Pero por otro lado… es posible que la elección de la cita haya sido a propósito.
Considerando la indudable altura intelectual de B16, la privilegiada posición que otorga el papado para apreciar los asuntos de política internacional, y el proceso por el cual se escriben y revisan los discursos del Papa, asumir que esa polémica cita simplemente “se pasó” parece bastante arriesgado.
Al menos ese es el punto que trata de explicar George Friedman, fundador de la compañía privada de inteligencia Stratfor, en este artículo (en inglés).
Friedman sostiene que las palabras de B16 fueron escogidas deliberadamente para producir un efecto, en especial si, consideramos que la cita en cuestión era bastante oscura, es decir, incluso un erudito como el Papa tuvo que trabajar bastante duro para encontrarla e incluirla en el discurso.
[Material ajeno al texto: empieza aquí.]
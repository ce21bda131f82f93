import { readdirSync } from 'node:fs';
import path from 'node:path';
import { describe, expect, it } from 'vitest';
import { PROGRAM_ACTIONS, SITE_ACTIONS } from '@/lib/permissions';
import {
  declaredByActions,
  declaredByPage,
  declaredByRoute,
  hasInlineAction,
  isActionModule,
} from './declared';
import { ACCESS, ENTRIES } from './table';

const SOURCES = ['app', 'components', 'lib'].flatMap((folder) =>
  readdirSync(folder, { recursive: true, encoding: 'utf8' })
    .filter((file) => /\.tsx?$/.test(file))
    .map((file) => path.posix.join(folder, file)),
);

const pages = SOURCES.filter((file) => /^app\/(.*\/)?page\.tsx?$/.test(file));
const routes = SOURCES.filter((file) => /^app\/(.*\/)?route\.tsx?$/.test(file));
const actions = SOURCES.filter(isActionModule);
const reachable = [...pages, ...routes, ...actions].sort();

it('lists every page, route and server action that there is, and no others', () => {
  expect(pages.length).toBeGreaterThan(5);
  expect(routes.length).toBeGreaterThan(5);
  expect(actions.length).toBeGreaterThan(5);
  expect(Object.keys(ACCESS).sort()).toEqual(reachable);
});

it('finds server actions in modules of their own only, where the table can name them', () => {
  expect(SOURCES.filter(hasInlineAction)).toEqual([]);
});

describe('what a file asks is what the table says of it', () => {
  it.each(pages)('%s', (file) => {
    const declared = declaredByPage(file);
    const listed = ACCESS[file]?.['page'];
    expect(declared).toEqual({ page: listed === 'public' ? 'unguarded' : listed });
  });

  it.each(routes)('%s', (file) => {
    expect(declaredByRoute(file)).toEqual(ACCESS[file]);
  });

  it.each(actions)('%s', (file) => {
    expect(declaredByActions(file)).toEqual(ACCESS[file]);
  });
});

it('names only actions of the permission table', () => {
  const site: readonly string[] = SITE_ACTIONS;
  const program: readonly string[] = PROGRAM_ACTIONS;
  for (const { file, name, asks } of ENTRIES) {
    for (const { kind, action } of asks) {
      const known = kind === 'site' ? site : kind === 'program' ? program : ['', ...program];
      expect(known, `${file} ${name}`).toContain(action);
    }
  }
});

it('keeps what is open to everybody to sign-in, links from mail, and the API’s own description', () => {
  const open = ENTRIES.filter(({ asks }) => asks.some(({ kind }) => kind === 'public')).map(
    ({ file }) => file,
  );
  expect(
    open.every((file) => /^app\/(\(auth\)|api\/v1\/(openapi\.json|health|\[\.\.\.path\]))\//.test(file)),
  ).toBe(true);
});

it('has internal routes on sessions only, and the API on tokens only', () => {
  for (const { file, name, asks } of ENTRIES) {
    const kinds = asks.map(({ kind }) => kind);
    if (file.startsWith('app/api/v1/'))
      expect(['public', 'token'], `${file} ${name}`).toEqual(expect.arrayContaining(kinds));
    if (file.startsWith('app/api/internal/')) {
      expect(['site', 'program'], `${file} ${name}`).toEqual(expect.arrayContaining(kinds));
    }
  }
});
¿Por que lo hizo y por qué ahora? Friedman sostiene que la decisión de incluir la cita puede ser leída políticamente.
La situación de las comunidades musulmanas en Europa se ha agravado día a día y muchos Europeos están comenzando a ver el multiculturalismo como una trampa. Es sabido que Joseph Ratzinger se opone al ingreso de Turquía a la Unión Europea y con este discurso buscaba provocar un aglutinamiento de las fuerzas que defienden la identidad occidental.
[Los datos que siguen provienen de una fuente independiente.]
import { type PlacedFinding } from '@/lib/findings/finding';

/** Where a finding was seen, in words. */
export function whereWords(
  { kind, code, revision }: PlacedFinding['where'],
  titles: ReadonlyMap<string, string> = new Map(),
): string {
  if (kind === 'condition') return `Condition ${titles.get(code) ?? code}`;
  const of = kind === 'list' ? `List ${titles.get(code) ?? code}` : 'Rotating parts';
  return revision === undefined ? of : `${of}, revision ${revision}`;
}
Gracias a un hábil fraseo, el Papa ha logrado acercarse a los musulmanes moderados y a la vez denunciando a los extremistas, lamentando la ofensa pero sin retractar una letra de sus palabras. Así, el Papa se ha erigido en un referente para el conflicto, sin amarrarse a ninguna posición en particular.
Al menos esa es la opinión de Friedman.